- [Task prompt] For each line below that contains the word "reed", make a copy.

(Beginning of Records to use)

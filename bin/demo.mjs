// npm run demo: from a bare clone to the report of the flagship model.
import { join } from 'node:path';
import { pathToFileURL } from 'node:url';
import { build, installPackages, root, run } from './setup.mjs';

const model = 'models/reed-hare.yaml';
const page = join('build', 'reed-hare.html');

installPackages();
build();
const skein = (...words) => run(process.execPath, ['bin/skein.cjs', ...words]);
console.log(`\n$ skein check ${model}\n`);
skein('check', model);
console.log(`\n$ skein run ${model}\n`);
skein('run', model);
console.log(`\n$ skein report ${model} -o ${page}\n`);
skein('report', model, '-o', page, '--quiet');
console.log(`The report is at ${join(root, page)}\nOpen it in a browser: ${pathToFileURL(join(root, page)).href}`);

(End of Records to use)

- [Task solution]
const model = 'models/reed-hare.yaml';
const page = join('build', 'reed-hare.html');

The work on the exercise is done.